Shotimages

Walter Ebenhofer

Walter Ebenhofer, IT_Cervinara, 2007

A series of images created by shooting at new, sealed packages of photographic paper or slide film

Austria, Italy, Poland 1994–2012

 

A professional shooter, hunter, or marksman fires several shots according to my guidelines at a typically new and therefore well-sealed package of photobase paper or large-scale slides, whose brand and packaging I normally cite precisely in the title. The damaged photosensitive material is exposed to light through the shot holes, often over the course of several days, sometimes only for a few hours up to the point of developing. The intruding light accumulates and is saved on the photosensitive layers.
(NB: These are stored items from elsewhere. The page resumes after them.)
# ----------------------------------------------------------------------------
# 8. the remaining tracebacks of the trial
# ----------------------------------------------------------------------------

def test_directory_as_station_file(builders, tmp_path, capsys):
    cfg = builders.folder_case(tmp_path, climate={"station_file": "stations"})
    (tmp_path / "stations").mkdir()
    refused(builders, ["run", str(cfg)], capsys, "stations", "folder", "station_file")


@pytest.mark.parametrize("balance,sigma,what", [("1e308", "0.2", "1e+308"), ("-1.0", "1e-300", "1e-300")])
def test_non_finite_calibration_residual_names_the_row(builders, tmp_path, capsys, balance, sigma, what):
    cfg = builders.folder_case(tmp_path, observations={"glacier_balances": "gb.csv"},
               calibration={"parameters": ["ddf_ice_mm_per_day_k"]}, output={"dir": "cal"})
    (tmp_path / "gb.csv").write_text("glacier,start_date,end_date,balance_mwe,sigma_mwe\n"
                                     "test plane,2015-10-01,2016-09-30,-1.0,0.2\n"
                                     f"test plane,2016-10-01,2017-09-30,{balance},{sigma}\n")
    refused(builders, ["calibrate", str(cfg)], capsys, "gb.csv", "line 3", what, "not a finite number")
    assert not (tmp_path / "cal").exists()


# ----------------------------------------------------------------------------
# demo refusal
# ----------------------------------------------------------------------------

def test_demo_refuses_files_of_its_names_that_are_not_its_own(builders, tmp_path, capsys):
    folder = tmp_path / "demo"
    folder.mkdir()
    (folder / "my_notes.txt").write_text("mine")
    assert cli(["demo", str(folder), "--quiet"], capsys)[0] == 0
    assert (folder / "my_notes.txt").read_text() == "mine"           # written beside the user's files
    first = builders.snapshot(folder)
    assert cli(["demo", str(folder), "--quiet"], capsys)[0] == 0      # its own files: replaced, same
    assert builders.snapshot(folder) == first
    builders.write_station(folder / "station.csv", "2000-10-01", "2001-09-30")  # the user's own station.csv
    refused(builders, ["demo", str(folder)], capsys, "station.csv", "not firnline's demo file", folder=folder)
    assert not any(p.name.startswith(".firnline-demo-staging") for p in folder.iterdir())


def test_empty_out_and_out_with_a_line_break_are_refused(builders, tmp_path, capsys):
    cfg = builders.folder_case(tmp_path)
    before = sorted(p.name for p in tmp_path.iterdir())
    refused(builders, ["run", str(cfg), "--out", ""], capsys, "--out is empty")
    refused(builders, ["run", str(cfg), "--out", str(tmp_path / "a\nb")], capsys, "control character")
    assert sorted(p.name for p in tmp_path.iterdir()) == before
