"""Runoff through `firnline run` and `firnline scenarios`: the gauge file's checks (exit 2,
culprit named, no output) and the wiring from the kernel's daily region volumes to runoff.csv,
runoff_monthly.csv, runoff.nc, the hydrograph, run.json, the console and the regimes."""

from __future__ import annotations

import json
import subprocess
import sys

import numpy as np
import pandas as pd
import pytest

from conftest import base_sections, ramp, write_config, write_dem, write_station


def run_cli(*args):
    return subprocess.run([sys.executable, "-m", "firnline", *map(str, args)], capture_output=True, text=True)


def case(tmp_path, discharge_text=None, runoff=None):
    write_dem(tmp_path / "dem.tif", ramp())
    write_station(tmp_path / "station.csv", "2016-10-01", "2018-09-30", 5.0, 5.0)
    sec = base_sections()
    if discharge_text is not None:
        (tmp_path / "discharge.csv").write_text(discharge_text)
        sec["observations"] = {"discharge": "discharge.csv"}
    if runoff is not None:
        sec["runoff"] = runoff
    return write_config(tmp_path / "case.toml", sec)


@pytest.mark.parametrize("text,culprit", [
    ("date,discharge_m3s\n2017-01-01,1.0\n2017-01-32,2.0\n", "discharge.csv, line 3: date '2017-01-32'"),
    ("date,discharge_m3s\n2017-01-01,1.0\n2017-01-02,-2.0\n", "discharge.csv, line 3: discharge_m3s -2"),
    ("date,discharge_m3s\n2017-01-01,1.0\n2017-01-01,2.0\n",
     "discharge.csv, line 3: the date 2017-01-01 appears twice"),
    ("date,discharge_m3s\n2017-01-01,1.0\n2017-01-02,abc\n", "discharge.csv, line 3: discharge_m3s 'abc'"),
    ("day,flow\n2017-01-01,1.0\n", "discharge.csv"),
])
def test_bad_discharge_files_exit_2_naming_the_line(tmp_path, text, culprit):
    cfg = case(tmp_path, text)
    r = run_cli("run", cfg, "--out", tmp_path / "out")
    assert r.returncode == 2, r.stderr
    assert culprit in r.stderr and "Traceback" not in r.stderr
    assert len(r.stderr.strip().splitlines()) == 1
    assert not (tmp_path / "out").exists() or not any((tmp_path / "out").iterdir())


def test_missing_catchment_file_exits_2(tmp_path):
    cfg = case(tmp_path, runoff={"catchment": "basin.gpkg"})
    r = run_cli("run", cfg, "--out", tmp_path / "out")
    assert r.returncode == 2 and "basin.gpkg" in r.stderr and "[runoff] catchment" in r.stderr
    assert "Traceback" not in r.stderr


def test_run_writes_runoff_files_and_reports_the_gauge(tmp_path, capsys):
    from firnline.cli import main

    dates = pd.date_range("2016-12-01", "2018-09-30", freq="D")
    q = 0.5 + 0.4 * np.sin(np.arange(dates.size) / 58.0)
    text = "date,discharge_m3s\n" + "".join(f"{d:%Y-%m-%d},{v:.3f}\n" for d, v in zip(dates, q))
    cfg = case(tmp_path, text)
    out = tmp_path / "out"
    assert main(["run", str(cfg), "--out", str(out)]) == 0
    console = capsys.readouterr()
    for name in ("runoff.csv", "runoff_monthly.csv", "runoff.nc", "chart_hydrograph.png"):
        assert (out / name).exists(), name
    daily = pd.read_csv(out / "runoff.csv")
    assert set(daily.region) == {"test plane", "catchment"} and len(daily) == 2 * 730
    run = json.loads((out / "run.json").read_text())
    check = run["discharge_check"]
    assert check["days"] == dates.size and check["first_day"] == "2016-12-01"
    assert {"nse", "kge", "volume_error"} <= set(check)
    assert "NSE" in console.out + console.err and "KGE" in console.out + console.err
    assert run["parameters"]["runoff"]["storage_days_ice"] == 0.5
    assert "chart_hydrograph.png" in (out / "report.html").read_text()


def test_storage_constants_need_a_gauge(tmp_path):

    write_dem(tmp_path / "dem.tif", ramp())
    write_station(tmp_path / "station.csv", "2016-10-01", "2018-09-30", 5.0, 5.0)
    sec = base_sections()
    (tmp_path / "g.csv").write_text("glacier,start_date,end_date,balance_mwe,sigma_mwe\n"
                                    "test plane,2016-10-01,2017-09-30,-0.5,0.2\n")
    sec["observations"] = {"glacier_balances": "g.csv"}
    sec["calibration"] = {"parameters": ["storage_days_ice"]}
    cfg = write_config(tmp_path / "c.toml", sec)
    r = run_cli("calibrate", cfg, "--out", tmp_path / "out")
    assert r.returncode == 2 and "storage_days_ice" in r.stderr and "[observations] discharge" in r.stderr


def test_scenarios_write_the_runoff_regimes(tmp_path):
    from firnline.cli import main
    from firnline.runoff import REGIME_COLUMNS

    write_dem(tmp_path / "dem.tif", ramp())
    dates = pd.date_range("2016-10-01", "2018-09-30", freq="D")
    t = 8.0 - 10.0 * np.cos(2 * np.pi * (dates.day_of_year.to_numpy() - 15) / 365.0)
    write_station(tmp_path / "station.csv", "2016-10-01", "2018-09-30", np.round(t, 1), 2.0)
    cfg = write_config(tmp_path / "c.toml", base_sections(station_elevation=2500.0))
    out = tmp_path / "sweep"
    assert main(["scenarios", str(cfg), "--warming", "2", "--out", str(out), "--quiet"]) == 0
    reg = pd.read_csv(out / "scenario_runoff_monthly.csv")
    assert list(reg.columns) == REGIME_COLUMNS
    cat = reg[reg.region == "catchment"]
    assert set(cat.warming_k) == {0.0, 2.0} and len(cat) == 24
    jul = cat[cat.month == 7].set_index("warming_k")
    assert jul.loc[2.0, "ice_melt_mm"] > jul.loc[0.0, "ice_melt_mm"]       # more ice melt when warmer
    assert (out / "runoff_regimes.png").exists()
    assert "runoff_regimes.png" in (out / "scenarios_report.html").read_text()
The result: Despite the long exposure time, the light only succeeds in part to spread between the sheets of paper. A wide range of exposure actions are at work: direct exposure, indirect exposure through reflection, and partial exposure through transmitted light. The surface properties, the material is part of the recording. In essence, the photosensitive material “photographs” itself. Dust accumulated in the shooting process is registered photogrammatically. The work refers to the difference between incident and image and thus also to reality. A trace has been left in a dual manner.
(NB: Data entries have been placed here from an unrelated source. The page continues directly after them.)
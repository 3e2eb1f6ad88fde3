"""The catchment's books close (issue 11): sliding snow, firn, refreezing, spin-up, partial cells.

Kernel-level cases on synthetic terrain; the demo checks use the shared demo run.
"""

from __future__ import annotations

import numpy as np
import pytest

from conftest import constant_record, kernel_params
from firnline import snowslide
from firnline.kernel import (
    COLD_PER_K,
    Calendar,
    Cells,
    Daily,
    Flux,
    Slide,
    State,
    StationForcing,
    run_kernel,
)
from firnline.model import Columns
from firnline.terrain import slope_aspect
from firnline.water_budget import budget_table, column_budget

CELL = 10.0  # m


def years_record(n_years, t, p, winter_days=212):
    """``n_years`` balance years of 365 days of the same daily forcing (arrays of one year)."""
    T = np.tile(np.broadcast_to(t, 365), n_years).astype(float)
    P = np.tile(np.broadcast_to(p, 365), n_years).astype(float)
    doy = np.tile(np.arange(365) + 1, n_years)
    month = np.clip((doy - 1) // 31 + 1, 1, 12)
    year = np.repeat(np.arange(n_years), 365)
    winter = np.tile(np.arange(365) < winter_days, n_years)
    return T, P, month, doy, year, winter


def wall_valley(ny=12, nx=12, wall_deg=50.0, wall_rows=5, z0=2000.0):
    """A flat valley floor (the glacier, rows >= wall_rows) below a uniform wall of ``wall_deg``."""
    rows = np.arange(ny)[:, None] * np.ones((1, nx))
    drop = np.tan(np.radians(wall_deg)) * CELL
    z = np.where(rows < wall_rows, z0 + (wall_rows - rows) * drop, z0)
    return z


def run_on_dem(z, ice_grid, params, T, P, month, doy, year, winter, redistribute=True, z_station=None,
               every=1):
    valid = np.isfinite(z)
    slope, _ = slope_aspect(z, CELL, CELL)
    cells = np.flatnonzero(valid.ravel())
    routing = snowslide.build_routing(z, valid, (CELL, CELL), slope)
    ice = ice_grid.ravel()[cells]
    zc = z.ravel()[cells]
    n = cells.size
    slide = Slide(routing, np.arange(n), np.ones(n), every_days=every) if redistribute else None
    kc = Cells(zc, ice, region=np.where(ice, 0, 1), area_m2=np.full(n, CELL * CELL), n_glaciers=1)
    zs = float(zc.min()) if z_station is None else z_station
    res = run_kernel(kc, Calendar(month, doy, year, winter), StationForcing(T, P, zs), params, slide=slide)
    return res, kc, routing


def books(res, kc):
    terms = column_budget(lambda f: res.year_sum(f)[0], res.storage_start[0], res.storage_end[0])
    return terms, budget_table(terms, kc.area_m2, kc.region_ids(), np.ones(kc.n), ["glacier", "ice_free",
                                                                               "catchment"],
                               range(res.sums.shape[3]))


ON = dict(firn_years=3, holding_fraction=0.05, refreezing="cold-content", cold_days=7.0)


def test_steep_walled_valley_books_close_with_every_process():
    """Closure: residual < 1e-6 of the region's precipitation, per cell accumulation - ablation =
    annual balance, with sliding, refreezing, firn and ice (synthetic record: cold winter, warm
    summer)."""
    z = wall_valley()
    ice = np.zeros_like(z, bool)
    ice[5:, 2:10] = True
    t = np.where(np.arange(365) < 212, -6.0, 4.0) + 2.0 * np.sin(np.arange(365) / 3.0)
    p = np.where(np.arange(365) % 3 == 0, 12.0, 0.0)
    res, kc, _ = run_on_dem(z, ice, kernel_params(snow_c=0.5, rain_c=2.5, **ON), *years_record(4, t, p),
                            every=5)
    terms, table = books(res, kc)
    assert (table.residual_mm.abs() < 1e-6 * table.precipitation_mm).all(), table
    assert table.refreezing_mm.max() > 0 and table.redistribution_out_mm.max() > 0
    assert (table.exported_mm >= 0).all()
    acc = sum(res.year_sum(f)[0] for f in (Flux.SNOWFALL, Flux.REFREEZING)) + np.maximum(
        res.year_sum(Flux.REDISTRIBUTION)[0], 0) * 0
    abl = sum(res.year_sum(f)[0] for f in (Flux.SNOW_MELT, Flux.FIRN_MELT, Flux.ICE_MELT))
    bal = acc - abl + res.year_sum(Flux.REDISTRIBUTION)[0]
    # the per-year balance equals the mass change of snow + firn + ice (liquid water aside)
    dmass = (np.diff(np.concatenate([res.storage_start[0][None], res.storage_end[0]]), axis=0)
             + res.year_sum(Flux.FIRN_TO_ICE)[0] - res.year_sum(Flux.ICE_MELT)[0])
    liquid_change = dmass - bal
    assert np.all(np.abs(liquid_change) <= 0.05 * np.maximum(res.storage_end[0], 1.0) + 1e-3)


def test_wall_feeds_the_glacier_by_its_excess():
    """A 50-degree wall above a flat glacier, steady snowfall, no melt: the glacier gains what the
    wall cannot hold (Bernhardt & Schulz, 2010 holding depth; Gruber, 2007 routing), to rounding;
    nothing is lost; a flat DEM is unchanged."""
    z = wall_valley(ny=10, nx=8, wall_rows=4)
    ice = np.zeros_like(z, bool)
    ice[4:, :] = True
    n_years = 1
    rec = years_record(n_years, -10.0, 5.0)
    par = kernel_params()           # all snow, no melt below 0 C; firn and refreezing off
    res, kc, routing = run_on_dem(z, ice, par, *rec, z_station=2000.0)
    res0, _, _ = run_on_dem(z, ice, par, *rec, redistribute=False, z_station=2000.0)
    redist = res.year_sum(Flux.REDISTRIBUTION)[0, 0].astype(float)
    exported = res.year_sum(Flux.EXPORTED)[0, 0].astype(float)
    wall = ~kc.ice.astype(bool)
    total_fall = res0.year_sum(Flux.SNOWFALL)[0, 0].astype(float)
    # the wall keeps at most its capacity; its excess goes to the glacier or off the edge. The
    # last call of the year runs before its last day, so that day's 5 mm stay until the next one.
    excess = np.maximum(total_fall[wall] - 5.0 - routing.holding_mm[wall], 0).sum()
    assert -redist[wall].sum() == pytest.approx(excess, rel=1e-5)
    gain = redist[~wall].sum() + exported[~wall].sum()
    assert gain + exported[wall].sum() == pytest.approx(excess, rel=1e-5)
    assert res.storage_end[0, 0].sum() + exported.sum() == pytest.approx(res0.storage_end[0, 0].sum(), rel=1e-9)
    # flat DEM: nothing moves
    flat = np.full_like(z, 2000.0)
    resf, _, _ = run_on_dem(flat, ice, par, *rec)
    assert np.all(resf.year_sum(Flux.REDISTRIBUTION) == 0)
    assert np.all(resf.year_sum(Flux.EXPORTED) == 0)


def test_temperate_pack_refreezes_nothing_and_cold_pack_a_bounded_share():
    """Temperate: a pack at 0 C (air never below 0 C) has no cold content, so nothing refreezes.
    Cold: refreezing stays positive and below 60 % of the annual snowfall (Reeh, 1991,
    Polarforschung 59, from memory) and below the cold content the air could give; water is
    conserved with it."""
    z = np.array([2000.0, 2000.0])
    ice = np.array([True, False])
    t = np.where(np.arange(365) < 212, 0.0, 3.0)
    p = np.full(365, 6.0)
    par = kernel_params(snow_c=0.5, rain_c=2.5, **ON)
    T, P, month, doy, year, winter = years_record(2, t, p)
    cal = Calendar(month, doy, year, winter)
    kc = Cells(z, ice, area_m2=np.ones(2))
    res = run_kernel(kc, cal, StationForcing(T, P, 2000.0), par)
    assert np.all(res.year_sum(Flux.REFREEZING) == 0)
    t_cold = np.where(np.arange(365) < 212, -8.0, 3.0)
    T, P, *_ = years_record(2, t_cold, p)
    res = run_kernel(kc, cal, StationForcing(T, P, 2000.0), par)
    refr = res.year_sum(Flux.REFREEZING)[0].astype(float)
    snowfall = res.year_sum(Flux.SNOWFALL)[0].astype(float)
    assert np.all(refr > 0)
    assert np.all(refr < 0.6 * snowfall)
    # bound: at most the pack's cold content at -8 C, c_i / L_f per K (common practice)
    assert np.all(refr <= COLD_PER_K * 8.0 * (snowfall + res.storage_end[0].max()))
    terms = column_budget(lambda f: res.year_sum(f)[0], res.storage_start[0], res.storage_end[0])
    assert np.all(np.abs(terms["residual_mm"]) < 1e-6 * terms["precipitation_mm"])


def test_half_cover_gives_half_the_ice_melt():
    """A glacier covering half of each cell: its glacier column melts ice, the ice-free half
    does not, so the cell's blended ice melt is half that of full cover (to rounding)."""
    n = 4
    full = Columns.build(n, [np.arange(n)], [np.ones(n)])
    half = Columns.build(n, [np.arange(n)], [np.full(n, 0.5)])
    assert half.n == 2 * n and full.n == n
    T, P, month, doy, year, winter = constant_record(t=5.0, p=0.0)
    z = np.full(n, 2000.0)

    def ice_melt(cols):
        kc = Cells(z[cols.cell], cols.ice, region=cols.region, area_m2=cols.share * 100.0, n_glaciers=1)
        res = run_kernel(kc, Calendar(month, doy, year, winter), StationForcing(T, P, 2000.0), kernel_params())
        return cols.blend(res.year_sum(Flux.ICE_MELT)[0].astype(float)), res
    m_full, _ = ice_melt(full)
    m_half, res = ice_melt(half)
    assert m_full[0] == pytest.approx(365 * 5.0 * 8.0)
    np.testing.assert_allclose(m_half, 0.5 * m_full, rtol=1e-12)
    # the daily seam: ice released on the glacier region only, as volumes (m3)
    daily = res.daily[0]
    assert daily[:, 0, Daily.RELEASED_ICE].sum() == pytest.approx(m_half.sum() * 100.0 * 1e-3, rel=1e-6)
    assert daily[:, 1, Daily.RELEASED_ICE].sum() == 0.0


def test_firn_turns_to_ice_after_firn_years_and_ice_free_snow_stays_snow():
    """Constant cold forcing: snow that survives becomes firn; firn older than firn_years leaves
    the pack as glacier ice; ice-free columns never turn snow into firn or ice."""
    T, P, month, doy, year, winter = years_record(6, -5.0, 2.0)
    kc = Cells(np.array([2000.0, 2000.0]), np.array([True, False]))
    res = run_kernel(kc, Calendar(month, doy, year, winter), StationForcing(T, P, 2000.0),
                     kernel_params(firn_years=3))
    per_year = 365 * 2.0
    to_ice = res.year_sum(Flux.FIRN_TO_ICE)[0].astype(float)
    np.testing.assert_allclose(to_ice[:, 0], [0, 0, 0, per_year, per_year, per_year], rtol=1e-6)
    assert np.all(to_ice[:, 1] == 0) and np.all(res.firn_end[0, :, 1] == 0)
    np.testing.assert_allclose(res.firn_end[0, -1, 0], 3 * per_year, rtol=1e-6)
    np.testing.assert_allclose(res.snow_end[0, -1, 1], 6 * per_year, rtol=1e-6)
    assert res.state_final[State.FIRN, 0, 0] == pytest.approx(3 * per_year)


def test_demo_books_close_and_steep_ground_sheds_its_snow(demo_run):
    """The demo after its full record, every process on: every water_budget.csv residual below
    1e-6 of the region's precipitation, and fewer than 2 % of the ice-free cells steeper than
    35 degrees hold more than 0.5 m w.e. of snow at the end (issue 11; the figure is printed)."""
    import pandas as pd
    import rasterio

    from firnline.grid import read_dem
    _, out = demo_run
    table = pd.read_csv(out / "water_budget.csv")
    assert list(table.columns)[:3] == ["region", "balance_year", "area_km2"]
    assert {"ice_free", "catchment"} <= set(table.region)
    assert (table.residual_mm.abs() < 1e-6 * table.precipitation_mm).all()
    cat = table[table.region == "catchment"]
    assert (cat.redistribution_in_mm > 0).all() and (cat.refreezing_mm > 0).all()
    last = int(table.balance_year.max())
    grid = read_dem(out.parent / "in" / "dem.tif")
    slope, _ = slope_aspect(grid.elevation, *grid.cell_size_m)
    with rasterio.open(out / f"snow_end_{last}.tif") as src:
        snow = src.read(1, masked=True).filled(np.nan)
    with rasterio.open(out / "glacier_id.tif") as src:
        free = src.read(1) == 0
    steep = free & grid.valid & (slope > 35.0)
    share = float(np.mean(snow[steep] > 0.5))
    print(f"ice-free cells steeper than 35 deg holding > 0.5 m w.e. at the end of {last}: "
          f"{100 * share:.2f} % of {int(steep.sum())}")
    assert share < 0.02


def test_planar_constant_forcing_is_steady_in_the_first_modelled_year(plane_case):
    """Spin-up: under the same forcing every year, the first modelled year's balances equal the
    later years' (the state is spun up); without spin-up the first year differs."""
    import firnline
    from conftest import PRE_ISSUE_SNOW
    snow = dict(PRE_ISSUE_SNOW, refreezing="cold-content", firn_years=2, spinup_years=4)
    cfg = firnline.load_config(plane_case(t=2.0, p=4.0, start="2014-10-01", end="2018-09-30", snow=snow))
    s = firnline.run(cfg).summary
    b = s.annual_balance_mwe.to_numpy()
    # balance years 2015, 2017, 2018 have 365 days (2016 has a leap day)
    np.testing.assert_allclose(b[[0, 2, 3]], b[-1], rtol=1e-9)


@pytest.mark.xfail(strict=True, reason="measured 0.073, 0.034 and 0.148 m w.e. (north_seldra, kessel, tarn): "
                   "the full record's first common year follows two real years that the later start cannot "
                   "know, and the firn, its held water and the snow upslope remember them (without refreezing "
                   "and sliding: 0.03); a 10-year spin-up makes it worse (tarn 0.42) "
                   "(issue 11, item 4: bound awaiting a decision)")
def test_demo_first_common_year_does_not_depend_on_where_the_record_starts(demo_run, tmp_path):
    """Starting the demo record two years later changes the first common year's glacier-wide
    balance by less than 0.05 m w.e. (issue 11; spin-up of 5 years, the default)."""
    import tomllib

    import tomli_w

    import firnline
    inputs, _ = demo_run
    data = tomllib.loads((inputs / "demo.toml").read_text())
    for section in ("dem", "glaciers", "climate"):
        for key, value in list(data.get(section, {}).items()):
            if key in ("path", "outlines", "station_file"):
                data[section][key] = str(inputs / value)
    data["output"]["dir"] = str(tmp_path / "out")
    full = firnline.run(firnline.load_config(_write(tmp_path / "a.toml", data, tomli_w))).summary
    years = sorted(full.balance_year.unique())
    data["climate"]["start"] = f"{years[2] - 1}-10-01"
    later = firnline.run(firnline.load_config(_write(tmp_path / "b.toml", data, tomli_w))).summary
    first = years[2]
    a = full[full.balance_year == first].set_index("glacier").annual_balance_mwe
    b = later[later.balance_year == first].set_index("glacier").annual_balance_mwe
    diff = (a - b.reindex(a.index)).abs()
    print("first common year", first, "largest change", float(diff.max()), "m w.e.")
    assert diff.max() < 0.05


def _write(path, data, tomli_w):
    path.write_text(tomli_w.dumps(data))
    return path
Lately, I have been capturing the action by means of a simple documentary. Such performances took place most recently in Italy and Poland in 2007. (Walter Ebenhofer)

 

Walter Ebenhofer, born 1952 in Ernsthofen, Austria, lives and works in Steyr, Austria.

References

Carl Aigner, Die Kunst der Jagd (Weitra: Niederösterreichisches Landesmuseum, Verlag Bibliothek der Provinz, 2008).
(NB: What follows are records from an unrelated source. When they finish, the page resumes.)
def _relief(n=48, cell_m=25.0):
    y, x = np.mgrid[0:n, 0:n] * cell_m
    z = 2400.0 + 300.0 * np.sin(x / 180.0) * np.cos(y / 230.0) + 0.4 * x
    slope, aspect = slope_aspect(z, cell_m, cell_m)
    valid = np.ones(z.shape, dtype=bool)
    valid[:3, :5] = False
    hz = horizon_angles(z, valid, cell_m, 36, 5000.0)
    return dict(elevation_m=z, valid=valid, slope_deg=slope, aspect_deg=aspect, horizon_rad=hz,
                lat_deg=46.5, lon_deg=8.0, transmissivity=0.75, time_step_minutes=20)


def test_compact_table_against_day_by_day_result():
    # Storage error of day nodes + uint16 against the full day-by-day result on relief.
    # Measured here: mean 0.24 W m-2, 99th percentile 4.7, largest 32 W m-2 (a day when the
    # sun clears a ridge), monthly means within 2.7 W m-2.
    args = _relief()
    table = compute_table(**args)
    full = compute_days(**args, doys=range(1, 367))
    approx = np.stack([table.day(d) for d in range(1, 367)])
    err = np.abs(approx - full)
    assert table.values.dtype == np.uint16 and table.values.shape == (len(table.doy_nodes), args["valid"].sum())
    assert err.mean() < 0.5
    assert np.percentile(err, 99) < 5.0
    # at the nodes only the quantisation is left
    at_nodes = np.abs(approx[table.doy_nodes - 1] - full[table.doy_nodes - 1])
    assert at_nodes.max() <= 0.5 * radiation.STORAGE_SCALE_W_M2 * 1.01
    monthly_full = np.stack([full[s:e].mean(axis=0) for s, e in _month_bounds()])
    assert np.abs(table.monthly_means() - monthly_full).max() < 4.0


def _month_bounds():
    ends = np.cumsum(radiation.DAYS_PER_MONTH)
    return list(zip(ends - radiation.DAYS_PER_MONTH, ends))


def test_table_covers_valid_cells_in_c_order_and_reports_progress():
    args = _relief()
    calls = []
    compute_table(**args, progress=lambda label, i, n: calls.append((i, n)))
    n_total = calls[-1][1]
    assert 1 <= n_total <= 48 and calls == [(i, n_total) for i in range(1, n_total + 1)]
    everywhere = dict(args, valid=np.ones(args["valid"].shape, dtype=bool),
                      horizon_rad=np.nan_to_num(args["horizon_rad"]))
    full = compute_days(**everywhere, doys=[150])[0]
    part = compute_days(**args, doys=[150])[0]
    np.testing.assert_array_equal(part, full[args["valid"].ravel()])


def test_table_band_by_band_from_the_dem_equals_the_table_of_all_horizons(monkeypatch):
    """table_from_terrain holds one band of rows' horizons at a time and gives compute_table's
    table of horizon_angles bit for bit, however the bands fall (here 200-cell kernel bands
    grouped into several horizon bands), on a grid with nodata and a projected latitude field."""
    args = _relief()
    n = args["valid"].shape[0]
    lat = 46.5 + 0.0002 * np.arange(n)[::-1, None] + 0.00001 * np.arange(n)[None, :]
    lon = 8.0 + 0.0003 * np.arange(n)[None, :] - 0.00002 * np.arange(n)[:, None]
    args = dict(args, lat_deg=lat, lon_deg=lon)
    whole = compute_table(**args)
    monkeypatch.setattr(radiation, "KERNEL_BAND_CELLS", 200)
    monkeypatch.setattr(radiation, "MIN_SINE_BAND_BYTES", 0)
    monkeypatch.setattr(radiation, "TABLE_PARTS_PER_BAND", 1 << 40)
    inputs = {k: v for k, v in args.items() if k != "horizon_rad"}
    tile = radiation._tile(args["elevation_m"], args["valid"], args["slope_deg"], args["aspect_deg"],
                           lat, lon, 0.75, 20, 36)
    budget = len(radiation.day_nodes()) * int(args["valid"].sum()) * 2 + 9 * n * n + \
        len(radiation.day_nodes()) * 200 * 4 + (16 << 20) + 15 * (2 * 36 + 4) * n
    groups = radiation.horizon_band_groups((n, n), int(args["valid"].sum()), 36, radiation._kernel_bands(tile),
                                           memory_bytes=budget)
    assert len(groups) >= 3 and all(g[-1][1] - g[0][0] <= 15 for g in groups)
    banded = radiation.table_from_terrain(**inputs, cell_size_m=25.0, n_sectors=36, max_distance_m=5000.0,
                                          memory_bytes=budget)
    np.testing.assert_array_equal(banded.values, whole.values)
    # the kernel's own banding changes nothing either
    np.testing.assert_array_equal(compute_table(**args).values, whole.values)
Carl Aigner, “Im Lichte des Zufalls – Geschwindigkeit als ästhetische Konstruktion,” Eikon. International Magazine for Photography and Media Art, no. 29 (1999), pp. 70–73.

Tim Otto Roth, Körper. Projektion. Bild, Eine Kulturgeschichte der Schattenbilder (Paderborn: Wilhelm Fink Verlag, 2015), p. 397.

Brigitte Pamperl, Gesellschaft Bildender Künstler Österreichs, Künstlerhaus (eds.), Zeitraumzeit: Künstlerhaus Wien (Vienna: Folio Verlag, 2008), pp. 80–81.

Timm Starl, Kritik der Fotografie (Marburg: Jonas Verlag, 2012), p. 287.